Journal of King Saud University: Computer and Information Sciences (Apr 2022)
Improved l-diversity: Scalable anonymization approach for Privacy Preserving Big Data Publishing
Abstract
In the era of big data analytics, data owner is more concern about the data privacy. Data anonymization approaches such as k-anonymity, l-diversity, and t-closeness are used for a long time to preserve privacy in published data. However, these approaches cannot be directly applicable to a large amount of data. Distributed programming framework such as MapReduce and Spark are used for big data analytics which add more challenges to privacy preserving data publishing. Recently, we identified few scalable approaches for Privacy Preserving Big Data Publishing in literature and majority of them are based on k-anonymity and l-diversity.
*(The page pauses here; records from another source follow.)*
#[cfg(test)]
mod tests {
    use super::*;

    fn assert_close(actual: f64, expected: f64, relative: f64, label: &str) {
        let scale = expected.abs().max(f64::MIN_POSITIVE);
        assert!(
            (actual - expected).abs() <= relative * scale,
            "{label}: got {actual:e}, expected {expected:e}, relative error {:e}",
            (actual - expected).abs() / scale
        );
    }

    const THREE: [&[f64]; 3] = [
        &[4.2, 4.8, 5.1, 3.9, 4.4],
        &[5.9, 6.3, 5.2, 6.8, 7.1, 5.5],
        &[4.9, 5.0, 4.1, 5.6],
    ];
    const TIES: [&[f64]; 4] = [
        &[3., 4., 4., 5., 6., 6.],
        &[5., 6., 6., 7., 8.],
        &[2., 3., 3., 4., 4., 4., 5.],
        &[6., 7., 7., 8., 9.],
    ];

    #[test]
    fn levene_matches_scipy() {
        // scipy 1.17.1: scipy.stats.levene(*THREE, center='mean') and center='median'
        let mean = levene(&THREE, Centre::Mean).expect("valid groups");
        assert_close(mean.statistic, 0.7773685972547699, 1e-12, "F mean");
        assert_close(mean.p_value, 0.48143855412306613, 1e-12, "p mean");
        assert_eq!((mean.df_between, mean.df_within), (2.0, 12.0));
        let median = brown_forsythe(&THREE).expect("valid groups");
        assert_eq!(median.centre, Centre::Median);
        assert_close(median.statistic, 0.7872648335745287, 1e-12, "F median");
        assert_close(median.p_value, 0.4772420804401775, 1e-12, "p median");
        // scipy 1.17.1: scipy.stats.levene(*TIES, center='mean') and center='median'
        let mean = levene(&TIES, Centre::Mean).expect("valid groups");
        assert_close(mean.statistic, 0.18770579981693822, 1e-12, "F mean ties");
        assert_close(mean.p_value, 0.9034479438519342, 1e-12, "p mean ties");
        let median = levene(&TIES, Centre::Median).expect("valid groups");
        assert_close(median.statistic, 0.16588991799893804, 1e-12, "F median ties");
        assert_close(median.p_value, 0.9180364908279907, 1e-12, "p median ties");
        assert_eq!((median.n_groups, median.n_total), (4, 23));
    }

    #[test]
    fn bartlett_and_sd_ratio_match_scipy() {
        // scipy 1.17.1: scipy.stats.bartlett(*THREE)
        let result = bartlett(&THREE).expect("valid groups");
        assert_close(result.statistic, 0.7265435221869223, 1e-12, "T");
        assert_close(result.p_value, 0.695397425852956, 1e-12, "p");
        assert_eq!(result.df, 2.0);
        // scipy 1.17.1: scipy.stats.bartlett(*TIES)
        let result = bartlett(&TIES).expect("valid groups");
        assert_close(result.statistic, 0.25231381269037906, 1e-12, "T ties");
        assert_close(result.p_value, 0.9687323928655984, 1e-12, "p ties");
        // numpy 2.4.6: max / min of np.std(g, ddof=1) over the groups
        let ratio = sd_ratio(&THREE).expect("valid groups");
        assert_close(ratio.ratio, 1.5518450957407908, 1e-13, "SD ratio");
        assert_eq!((ratio.largest_group, ratio.smallest_group), (1, 0));
        let ratio = sd_ratio(&TIES).expect("valid groups");
        assert_close(ratio.ratio, 1.2409673645990853, 1e-13, "SD ratio ties");
    }

    #[test]
    fn equal_spreads_give_zero_statistics() {
        // scipy 1.17.1: levene([1,2,3],[4,5,6]) -> (0.0, 1.0); bartlett(...) -> (0.0, 1.0)
        let groups: [&[f64]; 2] = [&[1.0, 2.0, 3.0], &[4.0, 5.0, 6.0]];
        for centre in [Centre::Mean, Centre::Median] {
            let result = levene(&groups, centre).expect("valid groups");
            assert!(result.statistic.abs() < 1e-15);
            assert_close(result.p_value, 1.0, 1e-15, "Levene p");
        }
        let result = bartlett(&groups).expect("valid groups");
        assert!(result.statistic.abs() < 1e-12);
        assert_close(result.p_value, 1.0, 1e-12, "Bartlett p");
        assert_close(sd_ratio(&groups).expect("valid").ratio, 1.0, 1e-15, "ratio");
    }

    #[test]
    fn upper_tails_match_scipy() {
        // scipy 1.17.1: scipy.stats.f.sf(3.2, 4, 20), f.sf(50, 3, 30), f.sf(0.3, 2, 9)
        assert_close(
            f_upper_tail(3.2, 4.0, 20.0).expect("ok"),
            0.034831623728782526,
            1e-12,
            "F",
        );
        assert_close(
            f_upper_tail(50.0, 3.0, 30.0).expect("ok"),
            8.748902589397343e-12,
            1e-10,
            "F",
        );
        assert_close(f_upper_tail(0.3, 2.0, 9.0).expect("ok"), 0.7479468608922977, 1e-12, "F");
        // scipy 1.17.1: scipy.stats.chi2.sf(7.5, 3), chi2.sf(80, 2), chi2.sf(0.2, 5)
        assert_close(
            chi_square_upper_tail(7.5, 3.0).expect("ok"),
            0.0575584519726364,
            1e-12,
            "chi2",
        );
        assert_close(
            chi_square_upper_tail(80.0, 2.0).expect("ok"),
            4.248354255291595e-18,
            1e-10,
            "chi2",
        );
        assert_close(
            chi_square_upper_tail(0.2, 5.0).expect("ok"),
            0.9991138612111875,
            1e-12,
            "chi2",
        );
    }

    #[test]
    fn bad_or_degenerate_groups_give_errors() {
        let one_group: [&[f64]; 1] = [&[1.0, 2.0, 3.0]];
        assert!(matches!(
            levene(&one_group, Centre::Mean),
            Err(StatsError::TooFewValues { needed: 2, got: 1, .. })
        ));
        let tiny: [&[f64]; 2] = [&[1.0, 2.0], &[3.0]];
        assert!(bartlett(&tiny).is_err());
        assert!(sd_ratio(&tiny).is_err());
        let not_finite: [&[f64]; 2] = [&[1.0, f64::INFINITY], &[3.0, 4.0]];
        assert!(levene(&not_finite, Centre::Median).is_err());
        // Constant groups: zero variance (Bartlett, SD ratio) and no variation of the
        // deviations (Levene).
        let constant: [&[f64]; 2] = [&[2.0, 2.0, 2.0], &[5.0, 7.0, 9.0]];
        assert!(bartlett(&constant).is_err());
        assert!(sd_ratio(&constant).is_err());
        let flat: [&[f64]; 2] = [&[2.0, 2.0, 2.0], &[5.0, 5.0, 5.0]];
        assert!(levene(&flat, Centre::Mean).is_err());
        // Pairs: both deviations from the mean are equal, so F is undefined.
        let pairs: [&[f64]; 3] = [&[1.0, 2.0], &[3.0, 7.0], &[0.5, 0.6]];
        assert!(levene(&pairs, Centre::Mean).is_err());
    }

    #[test]
    fn invariant_to_location_scale_and_group_order() {
        // Common practice: all three checks depend only on spreads, so an affine change
        // of every value (positive scale) or a reordering of groups leaves them unchanged.
        let moved: Vec<Vec<f64>> = THREE
            .iter()
            .map(|g| g.iter().map(|v| 1000.0 + 3.5 * v).collect())
            .collect();
        let moved: Vec<&[f64]> = moved.iter().map(|g| g.as_slice()).collect();
        let reordered: [&[f64]; 3] = [THREE[2], THREE[0], THREE[1]];
        for centre in [Centre::Mean, Centre::Median] {
            let base = levene(&THREE, centre).expect("valid");
            for other in [&moved[..], &reordered[..]] {
                let result = levene(other, centre).expect("valid");
                assert_close(result.statistic, base.statistic, 1e-9, "Levene");
            }
        }
        let base = bartlett(&THREE).expect("valid");
        for other in [&moved[..], &reordered[..]] {
            assert_close(bartlett(other).expect("valid").statistic, base.statistic, 1e-9, "B");
            assert_close(sd_ratio(other).expect("valid").ratio, 1.5518450957407908, 1e-12, "r");
        }
    }
}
However, these approaches require a significant improvement to reach the level of existing privacy preserving data publishing approaches, therefore, we propose Improved Scalable l-Diversity (ImSLD) approach which is the extension of Improved Scalable k-Anonymity (ImSKA) for scalable anonymization in this paper. Our approaches are based on scalable k-anonymization that uses MapReduce as a programming paradigm. We use poker dataset and synthesize big data versions of poker dataset to test our approaches. The result analysis shows significant improvement in terms of running time due to the lesser number of MapReduce iterations and also exhibits lower information loss as compared to existing approaches while providing the same level of privacy due to tight arrangement of the records in the initial equivalence class.